Although research and clinical validation studies with modern equipment (and large sample sizes) are still in their nascent stages, early efforts are promising. Analysis of VR software that sets pediatric burn patients in a snowy setting while they’re receiving treatment has shown a 25 to 40 percent reduction in reported pain. This past fall, NMHIC launched a pilot with CU’s School of Dental Medicine to determine whether VR can help people with a phobia of getting their pearly whites treated. “We see technology as something that can be a leveler,” Vogl says. “We’re trying to accelerate the pace at which new ideas get out there.”

Find Your Center

Every empire needs a capital. In Colorado, RiNo’s 180,000-square-foot Catalyst HTI could become the epicenter of the burgeoning digital health sector. Opening in May, Catalyst will be an “industry integrator,” its founders claim. The idea: Amassing a mix of grassroots startups and established businesses under one roof will lead to collaboration that spawns innovation. The facility will boast a co-working floor, four startup accelerators, and traditional office space for big-name powers such as Kaiser Permanente, which will staff a clinic on the ground floor. We caught up with Catalyst president and veteran entrepreneur Mike Biselli (pictured) for his take on the new project.

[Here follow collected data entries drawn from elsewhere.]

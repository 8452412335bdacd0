//! Where the drawing is on the screen.

use super::super::paint::ToScreen;
use chem::drawing::Drawing;
use chem::geom::Point;
use chem::ink::Ink;
use egui::{Pos2, Rect, Vec2, pos2, vec2};

/// Screen points for a bond on an empty sheet.
const BOND: f32 = 56.0;
/// Smallest and largest size of a bond on the screen, in screen points.
const BONDS: (f32, f32) = (4.0, 400.0);
/// Screen points in an inch, for the size that is shown in percent.
const PER_INCH: f32 = 96.0;

/// A place in the drawing at the middle of the sheet, and a scale.
#[derive(Clone, Copy, Debug)]
pub(in super::super) struct View {
    center: Point,
    /// Screen points for a unit of the drawing.
    scale: f32,
    /// The sheet on the screen.
    rect: Rect,
    /// Whether it still shows the whole drawing as [`View::fit`] left it.
    fitted: bool,
}

impl View {
    pub(in super::super) fn new() -> View {
        View {
            center: Point::ORIGIN,
            scale: BOND,
            rect: Rect::NOTHING,
            fitted: false,
        }
    }

    /// The sheet is here now.
    pub(super) fn place(&mut self, rect: Rect) {
        self.rect = rect;
    }

    pub(super) fn rect(&self) -> Rect {
        self.rect
    }

    /// Shows the whole figure, at most at the size that suits a single bond.
    pub(super) fn fit(&mut self, drawing: &Drawing) {
        let bounds = drawing.bounds();
        let bond = drawing.bond_length();
        self.center = bounds.center();
        // labels stand out by about a bond; corner ticks and the width beneath need a margin as well
        let wide = (bounds.width() + 1.6 * bond) as f32;
        let high = (bounds.height() + 1.6 * bond) as f32;
        let room = self.rect.size() - vec2(64.0, 96.0);
        let fits = (room.x / wide).min(room.y / high);
        let most = 1.4 * BOND / bond as f32;
        self.scale = fits.min(most).max(BONDS.0 / bond as f32);
        self.fitted = true;
    }

    /// Whether nobody has moved or enlarged the view since it was fitted.
    pub(super) fn is_fitted(&self) -> bool {
        self.fitted
    }

    pub(in super::super) fn to_screen(self, p: Point) -> Pos2 {
        let v = p - self.center;
        self.rect.center() + self.scale * vec2(v.x as f32, -v.y as f32)
    }

    pub(super) fn to_drawing(self, p: Pos2) -> Point {
        let v = (p - self.rect.center()) / self.scale;
        Point::new(
            self.center.x + f64::from(v.x),
            self.center.y - f64::from(v.y),
        )
    }

    /// Screen points for a unit of the drawing.
    pub(super) fn scale(&self) -> f32 {
        self.scale
    }

    pub(super) fn pan(&mut self, by: Vec2) {
        self.fitted = false;
        let v = by / self.scale;
        self.center.x -= f64::from(v.x);
        self.center.y += f64::from(v.y);
    }

    /// Enlarges by `factor`; what is at `fixed` stays there.
    pub(super) fn zoom(&mut self, factor: f32, fixed: Pos2, bond: f64) {
        self.fitted = false;
        let bond = bond as f32;
        let before = self.to_drawing(fixed);
        self.scale = (self.scale * factor).clamp(BONDS.0 / bond, BONDS.1 / bond);
        let after = self.to_drawing(fixed);
        self.center += before - after;
    }

    /// For ink, whose origin is that of the drawing.
    pub(super) fn of_ink(&self, ink: &Ink) -> ToScreen {
        ToScreen {
            origin: self.to_screen(Point::ORIGIN),
            scale: self.scale / ink.points_per_unit as f32,
        }
    }

    /// Size on screen in percent of the printed size.
    pub(in super::super) fn percent(&self, points_per_unit: f64) -> f32 {
        100.0 * self.scale * 72.0 / (PER_INCH * points_per_unit as f32)
    }
}

/// A place near a rectangle, inside the sheet, where another of this size covers the fewest of
/// `points`. `last` is kept as long as nothing is covered there.
pub(in super::super) fn beside(
    sheet: Rect,
    around: Rect,
    size: Vec2,
    points: &[Pos2],
    last: Option<Pos2>,
) -> Pos2 {
    let gap = 20.0;
    let half = size / 2.0;
    let room = sheet.shrink(gap).shrink2(half);
    let inside = |c: Pos2| {
        pos2(
            c.x.clamp(room.min.x, room.max.x.max(room.min.x)),
            c.y.clamp(room.min.y, room.max.y.max(room.min.y)),
        )
    };
    let covered = |c: Pos2| {
        let rect = Rect::from_center_size(c, size).expand(14.0);
        points.iter().filter(|p| rect.contains(**p)).count()
    };
    if let Some(last) = last.filter(|l| covered(*l + half) == 0) {
        return last;
    }
    // nearest first: beneath, above, right, left and the corners, then the same farther out
    let steps = [
        (0.0, 1.0),
        (0.0, -1.0),
        (1.0, 0.0),
        (-1.0, 0.0),
        (1.0, 1.0),
        (-1.0, 1.0),
        (1.0, -1.0),
        (-1.0, -1.0),
    ];
    let centers = [gap, 80.0, 150.0].into_iter().flat_map(|far| {
        let reach = around.size() / 2.0 + half + Vec2::splat(far);
        steps.map(|(x, y)| inside(around.center() + vec2(x * reach.x, y * reach.y)))
    });
    let best = centers.min_by_key(|c| covered(*c));
    best.unwrap_or(around.center()) - half
}

#[cfg(test)]
mod tests {
    use super::*;

    #[test]
    fn view_goes_there_and_back() {
        let mut view = View::new();
        view.place(Rect::from_min_max(pos2(100.0, 50.0), pos2(900.0, 650.0)));
        view.zoom(1.7, pos2(300.0, 200.0), 1.0);
        view.pan(vec2(13.0, -40.0));
        let p = pos2(321.0, 123.0);
        assert!(view.to_screen(view.to_drawing(p)).distance(p) < 1e-3);
    }
}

Photo courtesy of Mike Biselli

5280 Health: Why has health care dragged behind other industries when it comes to innovation?
Mike Biselli: Perverse incentives. If you look at how we incentivize our industry, it’s broken. We’re currently in a fee-for-service environment: A physician or a provider gets paid by your insurance whether you get better or not. And that doesn’t work.

How will creating a space in which health care behemoths cohabitate with small startups help fix the system?
Over the next couple of years, health care will move to a fee-for-performance model. Or fee for value, if you will. A lot of the players inside of health care realize they better start coupling themselves with the innovators and the disruptors. If they don’t collaborate and partner with nimble startups, they could be completely dismantled—and quickly. Look what Uber did to the taxi industry.

Which elements of health care can benefit most from digital health?
Where do I start? The big thing is allowing our electronic health records to talk to each other. My health records should follow me wherever I go. Another big piece is that it’s expensive to have patients come into brick-and-mortar facilities. So how do we engage patients through telemedicine and digital connectivity? Trends are showing us that younger generations want that.

Aid Station

Natural disasters and manmade conflicts create devastating health hazards in developing nations. By becoming the “Amazon of Aid,” the Level Market in Golden hopes to make it easier to deliver humanitarian supplies to those hard-to-reach locales.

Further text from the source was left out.